One Part Luck, Two Parts Good Thinking
Before we left the US, we had fortunately set ourselves up on the path to FI. Our teacher’s retirement system required teachers to withhold 5% to 15% of their pre-tax salary. At least we had been maxing out our teacher’s retirement program. Upon retirement, this plan would provide access to the invested funds.
We had small Roth IRAs, but we were pretty fuzzy on our understanding of the nuances of investing (actually downright pathetic and confused). After realizing that we’d made some poor decisions in buying just single stocks, we did our “homework”. As a result, we ran across some investment advice that made good sense. Andrew Hallam, who had been an international teacher in Singapore, wrote a book we found called The Millionaire Teacher. It was a good start and set us on our “investment way”. We soon discovered that people were actually blogging about this stuff and realized they reinforced Hallam’s ideas. People like Mr. Money Mustache, Go Curry Cracker, JL Collins, Mr. 1500, and Millennial Revolution started appearing on our radar. They provided us with more motivation and strategies to accelerate our journey. Mr. Money Mustache, recently featured in a PBS news hour broadcast, was a huge influence as was JL Collins. Jim’s book, The Simple Path Wealth is a must read for anyone aspiring to reach financial independence. We recommend it to anyone who will listen to us talk about FIRE. It’s one of those books you’ll read multiple times just to make sure you “really get it”.

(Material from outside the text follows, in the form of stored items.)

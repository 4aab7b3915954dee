package main

import (
	"os"
	"path/filepath"
	"regexp"
	"strings"
	"testing"

	"google.golang.org/protobuf/encoding/protojson"
	"google.golang.org/protobuf/proto"

	"github.com/fadeloop/fadeloop/client"
	"github.com/fadeloop/fadeloop/client/render"
	pb "github.com/fadeloop/fadeloop/proto/fadeloop/v1"
)

// TestMultiCellRunAndMap: the multi-cell example runs from the CLI, prints
// the layout figures (overall, by handover state, per cell) and draws the
// map; testdata/scenarios/harbour_town.json is the example's JSON form.
func TestMultiCellRunAndMap(t *testing.T) {
	dir := os.Getenv("FADELOOP_PLOT_DIR")
	if dir == "" {
		dir = t.TempDir()
	}
	j := ok(t, "example", "--multi-cell", "--format", "json")
	fromFile, err := client.LoadScenarioFile(filepath.Join(repoRoot, "testdata/scenarios/harbour_town.json"))
	if err != nil {
		t.Fatal(err)
	}
	fromExample, err := client.ParseScenario("example", []byte(j.stdout))
	if err != nil {
		t.Fatal(err)
	}
	if !proto.Equal(fromFile.Scenario, fromExample.Scenario) {
		t.Error("testdata/scenarios/harbour_town.json differs from fadeloop example --multi-cell --format json")
	}
	r := ok(t, "run", "testdata/scenarios/harbour_town.json", "--slots", "600", "--replications", "2", "--quiet",
		"--plot", "map="+filepath.Join(dir, "map.png"), "--plot", "map-power="+filepath.Join(dir, "map-power.svg"))
	for _, want := range []string{"fadeloop-multicell", "f (other_to_own in the JSON and CSV)", "soft-handover share (%)",
		"by handover state", "S6/2", "noise rise 95th pct (dB)", "do not replace the operator's radio planning"} {
		if !strings.Contains(r.stdout, want) {
			t.Errorf("run table lacks %q:\n%s", want, r.stdout)
		}
	}
	if n := strings.Count(r.stdout, "do not replace the operator"); n != 1 {
		t.Errorf("run table shows the caution %d times, want once", n)
	}
	// (The notes name convergence time among what is not computed; no
	// table row may show it.)
	if regexp.MustCompile(`(?m)^convergence time`).MatchString(r.stdout) {
		t.Error("the multi-cell table prints a figure the engine does not compute")
	}
	checkPNG(t, filepath.Join(dir, "map.png"))
	checkSVG(t, filepath.Join(dir, "map-power.svg"))
	// A bare --plot FILE on a layout draws the map (traces are single-cell).
	r = ok(t, "run", "testdata/scenarios/harbour_town.json", "--slots", "300", "--replications", "2", "--quiet",
		"--plot", filepath.Join(dir, "bare.png"))
	checkPNG(t, filepath.Join(dir, "bare.png"))
	// A map needs a layout.
	fl(t, "run", "testdata/scenarios/small.json", "--slots", "300", "--quiet", "--plot", "map="+filepath.Join(dir, "x.png")).want(t, 2)
}

// TestMultiCellRunReport: a multi-cell run writes its HTML report (it
// asked the engine for traces, which a layout refuses: exit 2 before) with
// the layout map and without the percentile rows the engine does not
// compute.
func TestMultiCellRunReport(t *testing.T) {
	dir := t.TempDir()
	path := filepath.Join(dir, "run.html")
	ok(t, "run", "testdata/scenarios/harbour_town.json", "--slots", "600", "--replications", "1", "--quiet", "--report", path)
	b, err := os.ReadFile(path)
	if err != nil {
		t.Fatal(err)
	}
	html := string(b)
	if !strings.Contains(html, "Users by outage") || !strings.Contains(html, "<svg") {
		t.Error("report has no layout map")
	}
	if strings.Contains(html, "SIR error 1st pct") || strings.Contains(html, "SIR error distribution per distance bin") {
		t.Error("report shows percentiles the multi-cell engine does not compute")
	}
}

// TestMultiCellSweepPlot: a sweep over the handover window and the step
// draws f and outage against the window.
func TestMultiCellSweepPlot(t *testing.T) {
	dir := t.TempDir()
	ok(t, "sweep", "testdata/scenarios/harbour_town.json", "--slots", "600", "--replications", "1", "--quiet",
		"--axis", "layout.handover.window_db=0,6", "--axis", "inner_loop.step_db=0.5,2",
		"--plot", "layout="+filepath.Join(dir, "layout.png"))
	checkPNG(t, filepath.Join(dir, "layout.png"))
	// Needs a layout.
	fl(t, "sweep", "testdata/scenarios/small.json", "--slots", "300", "--quiet",
		"--axis", "inner_loop.step_db=0.5,2", "--plot", "layout="+filepath.Join(dir, "x.png")).want(t, 2)
}

// TestMultiCellTuneF: a tune over the handover window on a layout sends
// each candidate's f (figures.other_to_own) and its condition table shows
// it in an f column with the note naming it.
func TestMultiCellTuneF(t *testing.T) {
	args := []string{"tune", "testdata/scenarios/harbour_town.json", "--slots", "600", "--quiet",
		"--axis", "layout.handover.window_db=0,6", "--min-reps", "2", "--max-reps", "2"}
	r := ok(t, args...)
	if !strings.Contains(r.stdout, render.TuneFNote) || !regexp.MustCompile(`noise rise \(dB\) +f +n +status`).MatchString(r.stdout) {
		t.Errorf("layout tune table has no f column or note:\n%s", r.stdout)
	}
	j := ok(t, append(args, "--format", "json")...)
	rec := &pb.Recommendation{}
	if err := protojson.Unmarshal([]byte(j.stdout), rec); err != nil {
		t.Fatal(err)
	}
	for _, cr := range rec.GetConditions()[0].GetCandidates() {
		if e := cr.GetFigures().GetOtherToOwn(); e == nil || e.GetN() != 2 || e.GetMean() <= 0 || e.GetLow() > e.GetMean() || e.GetHigh() < e.GetMean() {
			t.Errorf("candidate %d: other_to_own %v, want a positive f over 2 replications", cr.GetCandidate(), e)
		}
	}
}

By the time we left our public school jobs to head overseas, our lump sum was nothing to sneeze at, even with the poor returns and high fee structure. So, upon separation from our state system, we learned we could take our money out of the state plan. We jumped at the opportunity to roll over our funds into higher yielding IRAs. We also decided to max out our current retirement options. With a lot of mentoring from the bloggers we’ve followed (many who have now become friends since Chautauqua), and despite our late arrival on the FIRE scene, we have reached our FI number. We’ll both be “RE” at the end of the school year.
Oh Yeah…That Overseas Post
Where did we go, you wonder? We ended up at the American International School in Lagos. No, not Portugal…Lagos, Nigeria. As you might imagine (or be thinking), the responses from friends and family ran the full gamut: “Why Nigeria?” and “Oh my God. Isn’t it DANGEROUS there??!” or “Are you gonna live in a hut?” with some added snickering. To be sure, living in Nigeria has had its share of inconveniences, issues and challenges (Remember Ebola, anyone?? We were there!).
The truth is that the standard Nigerian greeting, “You are welcome” and the positive attitude of the Nigerians has always made us feel welcome. This has been our home for nearly six years.
We have sincerely enjoyed living and working in Nigeria and have loved our careers as educators. Despite the joys that come with working with young people and those who teach them, I am very much looking forward to the change of pace and the increase in self-directed activities that retirement will bring. I am equally aware of my internal need to spend my time doing things that are meaningful. I am ready to leave my job behind but I am not ready to leave behind my purpose.